STUDY MATERIAL:
++++

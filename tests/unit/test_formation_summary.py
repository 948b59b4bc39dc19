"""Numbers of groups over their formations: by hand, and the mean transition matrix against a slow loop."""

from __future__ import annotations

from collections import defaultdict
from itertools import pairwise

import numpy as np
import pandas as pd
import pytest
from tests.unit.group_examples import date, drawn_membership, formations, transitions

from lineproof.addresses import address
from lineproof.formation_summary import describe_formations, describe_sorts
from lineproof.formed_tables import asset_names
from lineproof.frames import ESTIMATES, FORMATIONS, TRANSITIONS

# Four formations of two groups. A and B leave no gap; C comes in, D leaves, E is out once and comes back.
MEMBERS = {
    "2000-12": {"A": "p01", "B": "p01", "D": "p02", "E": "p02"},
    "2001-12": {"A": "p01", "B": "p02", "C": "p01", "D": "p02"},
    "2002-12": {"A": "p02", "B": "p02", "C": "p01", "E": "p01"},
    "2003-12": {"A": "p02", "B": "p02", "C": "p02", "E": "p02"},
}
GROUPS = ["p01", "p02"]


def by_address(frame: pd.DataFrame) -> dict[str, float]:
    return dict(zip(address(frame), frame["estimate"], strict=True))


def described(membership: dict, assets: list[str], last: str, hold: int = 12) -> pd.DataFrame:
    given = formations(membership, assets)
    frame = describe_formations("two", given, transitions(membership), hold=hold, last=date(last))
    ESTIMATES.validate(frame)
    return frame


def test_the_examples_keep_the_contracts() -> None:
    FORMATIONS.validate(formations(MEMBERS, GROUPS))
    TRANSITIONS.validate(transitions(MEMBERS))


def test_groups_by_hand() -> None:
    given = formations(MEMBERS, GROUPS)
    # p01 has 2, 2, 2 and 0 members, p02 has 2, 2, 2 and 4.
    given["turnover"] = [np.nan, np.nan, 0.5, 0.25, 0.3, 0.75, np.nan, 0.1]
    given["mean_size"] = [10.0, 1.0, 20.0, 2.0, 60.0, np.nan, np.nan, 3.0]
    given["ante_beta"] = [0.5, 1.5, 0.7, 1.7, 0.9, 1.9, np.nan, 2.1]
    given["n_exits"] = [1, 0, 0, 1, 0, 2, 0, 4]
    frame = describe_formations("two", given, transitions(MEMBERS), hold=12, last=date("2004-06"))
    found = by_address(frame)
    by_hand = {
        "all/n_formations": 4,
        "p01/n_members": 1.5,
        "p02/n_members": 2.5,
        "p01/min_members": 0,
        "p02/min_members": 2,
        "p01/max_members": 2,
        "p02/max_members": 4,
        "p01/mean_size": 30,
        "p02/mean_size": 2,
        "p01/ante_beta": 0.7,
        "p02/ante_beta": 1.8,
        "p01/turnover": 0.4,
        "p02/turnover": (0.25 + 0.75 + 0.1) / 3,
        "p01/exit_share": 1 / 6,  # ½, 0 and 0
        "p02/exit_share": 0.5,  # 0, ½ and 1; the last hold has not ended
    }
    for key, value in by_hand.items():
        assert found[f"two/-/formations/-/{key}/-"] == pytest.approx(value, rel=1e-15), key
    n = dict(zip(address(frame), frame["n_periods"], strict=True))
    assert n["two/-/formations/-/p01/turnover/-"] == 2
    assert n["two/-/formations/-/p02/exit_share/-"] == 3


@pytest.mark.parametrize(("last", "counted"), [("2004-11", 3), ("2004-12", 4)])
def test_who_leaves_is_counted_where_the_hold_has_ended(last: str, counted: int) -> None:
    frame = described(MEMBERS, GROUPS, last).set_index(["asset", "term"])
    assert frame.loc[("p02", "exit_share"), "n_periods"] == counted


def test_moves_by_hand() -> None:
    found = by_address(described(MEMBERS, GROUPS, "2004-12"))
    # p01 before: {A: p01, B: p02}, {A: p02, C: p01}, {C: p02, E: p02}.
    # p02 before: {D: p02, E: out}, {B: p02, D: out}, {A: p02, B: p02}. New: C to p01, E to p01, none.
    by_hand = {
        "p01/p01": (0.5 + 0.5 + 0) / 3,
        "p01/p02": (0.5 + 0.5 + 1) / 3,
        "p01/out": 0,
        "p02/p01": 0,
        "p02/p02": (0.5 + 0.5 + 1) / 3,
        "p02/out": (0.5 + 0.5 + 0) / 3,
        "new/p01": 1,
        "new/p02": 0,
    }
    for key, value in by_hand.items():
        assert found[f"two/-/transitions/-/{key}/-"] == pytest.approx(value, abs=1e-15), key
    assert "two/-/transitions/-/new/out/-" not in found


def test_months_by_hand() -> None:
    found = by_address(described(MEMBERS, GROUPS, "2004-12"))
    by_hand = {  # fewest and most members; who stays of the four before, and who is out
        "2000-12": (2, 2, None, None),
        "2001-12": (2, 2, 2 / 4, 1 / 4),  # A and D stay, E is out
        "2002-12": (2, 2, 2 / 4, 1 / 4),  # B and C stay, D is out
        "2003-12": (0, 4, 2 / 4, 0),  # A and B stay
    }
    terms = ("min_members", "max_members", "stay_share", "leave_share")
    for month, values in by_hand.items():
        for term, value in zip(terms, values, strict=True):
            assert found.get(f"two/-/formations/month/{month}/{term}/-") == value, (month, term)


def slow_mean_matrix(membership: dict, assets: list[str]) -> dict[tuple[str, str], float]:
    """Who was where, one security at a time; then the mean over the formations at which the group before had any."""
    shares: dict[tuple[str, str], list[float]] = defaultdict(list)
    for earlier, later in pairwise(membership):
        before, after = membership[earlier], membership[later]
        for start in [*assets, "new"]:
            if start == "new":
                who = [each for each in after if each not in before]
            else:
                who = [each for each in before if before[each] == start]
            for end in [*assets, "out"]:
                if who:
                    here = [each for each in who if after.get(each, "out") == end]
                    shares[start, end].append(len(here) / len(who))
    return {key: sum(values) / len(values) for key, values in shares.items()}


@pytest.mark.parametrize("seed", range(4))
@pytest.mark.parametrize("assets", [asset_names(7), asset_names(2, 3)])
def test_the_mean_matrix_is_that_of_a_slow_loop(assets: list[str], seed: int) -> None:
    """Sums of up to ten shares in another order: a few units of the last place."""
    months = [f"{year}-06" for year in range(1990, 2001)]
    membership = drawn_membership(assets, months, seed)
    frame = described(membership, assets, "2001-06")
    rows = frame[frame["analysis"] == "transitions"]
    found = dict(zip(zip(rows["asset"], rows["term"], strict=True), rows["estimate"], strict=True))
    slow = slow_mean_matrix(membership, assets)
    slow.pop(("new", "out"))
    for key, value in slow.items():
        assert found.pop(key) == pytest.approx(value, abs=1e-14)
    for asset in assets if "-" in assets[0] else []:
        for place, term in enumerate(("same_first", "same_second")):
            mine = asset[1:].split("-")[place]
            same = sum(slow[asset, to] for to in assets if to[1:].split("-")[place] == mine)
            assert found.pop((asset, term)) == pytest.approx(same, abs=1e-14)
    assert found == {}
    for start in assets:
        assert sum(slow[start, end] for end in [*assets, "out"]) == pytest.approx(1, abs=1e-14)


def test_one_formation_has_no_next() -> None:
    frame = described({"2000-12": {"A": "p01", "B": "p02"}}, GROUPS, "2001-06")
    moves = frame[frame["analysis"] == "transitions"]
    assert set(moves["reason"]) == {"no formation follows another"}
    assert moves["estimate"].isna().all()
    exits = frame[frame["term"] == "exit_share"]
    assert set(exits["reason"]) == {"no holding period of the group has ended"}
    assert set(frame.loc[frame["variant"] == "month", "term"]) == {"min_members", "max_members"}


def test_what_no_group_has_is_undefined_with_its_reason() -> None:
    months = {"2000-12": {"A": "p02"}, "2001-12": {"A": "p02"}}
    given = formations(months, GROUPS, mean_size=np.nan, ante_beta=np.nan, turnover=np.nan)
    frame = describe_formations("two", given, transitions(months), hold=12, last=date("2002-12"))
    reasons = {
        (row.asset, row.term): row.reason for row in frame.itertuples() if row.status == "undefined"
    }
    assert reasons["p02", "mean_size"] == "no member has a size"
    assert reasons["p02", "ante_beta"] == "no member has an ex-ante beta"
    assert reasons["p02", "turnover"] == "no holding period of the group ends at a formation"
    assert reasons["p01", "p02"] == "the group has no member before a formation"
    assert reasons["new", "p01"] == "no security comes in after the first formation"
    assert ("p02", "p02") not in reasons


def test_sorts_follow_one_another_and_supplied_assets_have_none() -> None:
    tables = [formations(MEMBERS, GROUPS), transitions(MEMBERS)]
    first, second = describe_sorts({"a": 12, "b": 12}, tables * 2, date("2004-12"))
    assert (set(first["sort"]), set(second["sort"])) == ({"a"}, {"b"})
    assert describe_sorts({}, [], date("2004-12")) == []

++++

EXERCISE REQUIREMENTS:
Reproduce word for word the material above, starting with the line that has "[asset_names(7), asset_names(2, 3)])" and stopping after the line that has "for asset in".

RESULT OF THIS EXERCISE:
@pytest.mark.parametrize("assets", [asset_names(7), asset_names(2, 3)])
def test_the_mean_matrix_is_that_of_a_slow_loop(assets: list[str], seed: int) -> None:
    """Sums of up to ten shares in another order: a few units of the last place."""
    months = [f"{year}-06" for year in range(1990, 2001)]
    membership = drawn_membership(assets, months, seed)
    frame = described(membership, assets, "2001-06")
    rows = frame[frame["analysis"] == "transitions"]
    found = dict(zip(zip(rows["asset"], rows["term"], strict=True), rows["estimate"], strict=True))
    slow = slow_mean_matrix(membership, assets)
    slow.pop(("new", "out"))
    for key, value in slow.items():
        assert found.pop(key) == pytest.approx(value, abs=1e-14)
    for asset in assets if "-" in assets[0] else []:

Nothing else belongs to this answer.